ErrorUnit automatically writes the Arrange, and Act parts of the unit test, meaning it automates over 2/3rds of the task of creating a unit test!

It does this by integrating with the application's IoC (Inversion of Control) / DI ( Dependency Injection) library, or integrating into a MVC / Web API applications control filters, or using an AOP ( Aspect-Oriented Programming) library. Then when a programmer is debugging an application they can pause the program and create a Unit test for that code; ErrorUnit also acts as an error logger formatter, logging errors in any environment for conversion into Unit tests (hence its name). These Unit Tests contain not only the parameters that called methods, but the variables in each class, and the data accessed so far by EF (Entity Framework) from the database.

The ability to "Mock" Entity Framework is a killer feature as developers have struggled and have failed to mock it, rendering unit testing EF calls nearly impossible; not so with ErrorUnit.

ErrorUnit's standing overhead is minimal until an app errors it's just duplicate memory pointers ( not duplicate memory allocations) to all the classes/method arguments. The main determination on ErrorUnit's performance is your IoC library's interception performance/overhead. An alternate to using an IOC library (performance measured in milliseconds) is to use an AOP library (performance measured in nanoseconds ); for example we are compatible with PostSharp a performance hit is taken at compile time but the minimal possible at run time.

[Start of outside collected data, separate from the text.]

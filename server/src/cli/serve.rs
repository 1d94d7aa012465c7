//! `ohmline serve`: the HTTP service, drop-folder ingest and the alert email
//! delivery worker.

use std::future::Future;
use std::net::SocketAddr;
use std::time::Duration;

use anyhow::Context;
use tokio::net::TcpListener;
use tokio::sync::watch;
use tokio::task::JoinHandle;

use crate::app::{AppState, serve};
use crate::config::Config;
use crate::db::Db;
use crate::ingest::{Limits, dropfolder};
use crate::notify::worker::{Worker, WorkerParams};
use crate::pipeline::Pipeline;
use crate::worker::{self, WorkerSettings};

/// Runs the service until Ctrl-C or SIGTERM.
pub async fn run(config: Config) -> anyhow::Result<()> {
    let db = super::open_db(&config).await?;
    let listener = TcpListener::bind(&config.listen)
        .await
        .with_context(|| format!("listening on {}", config.listen))?;
    let service = start(config, db, listener, async {
        shutdown_signal().await;
        tracing::info!("shutting down");
    })?;
    // Tests and scripts read this line to find the port.
    println!("ohmline listening on http://{}", service.addr);
    service.wait().await
}

/// A running service: HTTP, job workers, drop folders, email delivery.
pub struct Service {
    /// The address it listens on.
    pub addr: SocketAddr,
    task: JoinHandle<anyhow::Result<()>>,
}

impl Service {
    /// Waits until the service has shut down (after its shutdown future
    /// completed) and every background task has stopped.
    pub async fn wait(self) -> anyhow::Result<()> {
        self.task.await.context("the service task panicked")?
    }
}

/// Starts the whole service on `listener` with a migrated database; it runs
/// until `shutdown` completes. Used by `ohmline serve` and `ohmline demo`.
pub fn start(
    config: Config,
    db: Db,
    listener: TcpListener,
    shutdown: impl Future<Output = ()> + Send + 'static,
) -> anyhow::Result<Service> {
    let addr = listener.local_addr()?;
    let state = AppState::new(db.clone(), config.clone());
    let (stop_tx, stop_rx) = watch::channel(false);

    let mut tasks = Vec::new();
    let limits = Limits { max_readings: config.ingest.max_readings };
    let poll = Duration::from_secs_f64(config.drop_folders.poll_interval_s);
    for (line, dir) in &config.drop_folders.lines {
        let w = dropfolder::Watch { line: line.clone(), dir: dir.clone() };
        tasks.push(tokio::spawn(dropfolder::run(
            db.clone(),
            state.sequences.clone(),
            w,
            poll,
            limits,
            stop_rx.clone(),
        )));
    }

    let pipeline = Pipeline::new(db.clone(), state.config.clone());
    let settings = WorkerSettings {
        lease: Duration::from_secs(config.workers.lease_s),
        ..WorkerSettings::for_this_process(config.workers.effective_concurrency())
    };
    tracing::info!(concurrency = settings.concurrency, "starting job workers");
    tasks.push(tokio::spawn(worker::run(pipeline, settings, state.wake.clone(), stop_rx.clone())));
    let worker = Worker::new(db.clone(), WorkerParams::from_config(&config)?)?;
    tasks.push(tokio::spawn(worker.run(stop_rx.clone())));
    tasks.push(tokio::spawn(sweep_sessions(db.clone(), config.clone(), stop_rx.clone())));

    tracing::info!(%addr, database = %super::redact(&config.database_url()), "serving");
    let shutdown = async move {
        shutdown.await;
        let _ = stop_tx.send(true);
    };
    let task = tokio::spawn(async move {
        serve(listener, state, shutdown).await?;
        for t in tasks {
            let _ = t.await;
        }
        db.close().await;
        Ok(())
    });
    Ok(Service { addr, task })
}

/// Deletes expired sessions at start and then hourly (a session is also
/// refused and deleted when it is next used after expiring).
async fn sweep_sessions(db: Db, config: Config, mut stop: watch::Receiver<bool>) {
    let idle = chrono::Duration::seconds(config.web.session_idle_s as i64);
    let max = chrono::Duration::seconds(config.web.session_max_s as i64);
    loop {
        let now = crate::db::now();
        match crate::db::sessions::delete_expired(&db, now - max, now - idle).await {
            Ok(0) => {}
            Ok(n) => tracing::info!(sessions = n, "expired sessions deleted"),
            Err(e) => tracing::warn!(error = %e, "could not delete expired sessions"),
        }
        tokio::select! {
            _ = tokio::time::sleep(Duration::from_secs(3600)) => {}
            _ = stop.changed() => return,
        }
    }
}

/// Completes on Ctrl-C or SIGTERM.
pub async fn shutdown_signal() {
    let ctrl_c = async {
        let _ = tokio::signal::ctrl_c().await;
    };
    #[cfg(unix)]
    let term = async {
        match tokio::signal::unix::signal(tokio::signal::unix::SignalKind::terminate()) {
            Ok(mut s) => {
                s.recv().await;
            }
            Err(_) => std::future::pending::<()>().await,
        }
    };
    #[cfg(not(unix))]
    let term = std::future::pending::<()>();
    tokio::select! {
        _ = ctrl_c => {}
        _ = term => {}
    }
}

When there is an error the performance is dependent on the serialization library used. ErrorUnit was developed with Newtonsoft for serialization as that's the most supported library. ErrorUnit can be extended to use other serializers however current EF serialization is fully dependent on Newtonsoft and not abstracted for use with other serializers. Let us know, if this is something you want.

ErrorUnit depending on what you set up, can create UnitTests for various endpoints; MVC and Web Api Controller end points, what methods you manage with your IOC library, Or if you want to be able to create Unit Tests against all methods in your assembly/call stack, you need to use an AOP library; for example we are compatible with PostSharp

ErrorUnit hashes the error message and the stack-trace to create an id for the error (and this hash will be more accurate if you include a pdb file so that line numbers are in the stack-trace). ErrorUnit will not create another unit test with the same hash id in the file name; renaming the unit test file will allow a new unit test to be created if an error with same fingerprint is occurring.

ErrorUnit will only go a month back in time in looking for errors to create unit tests for.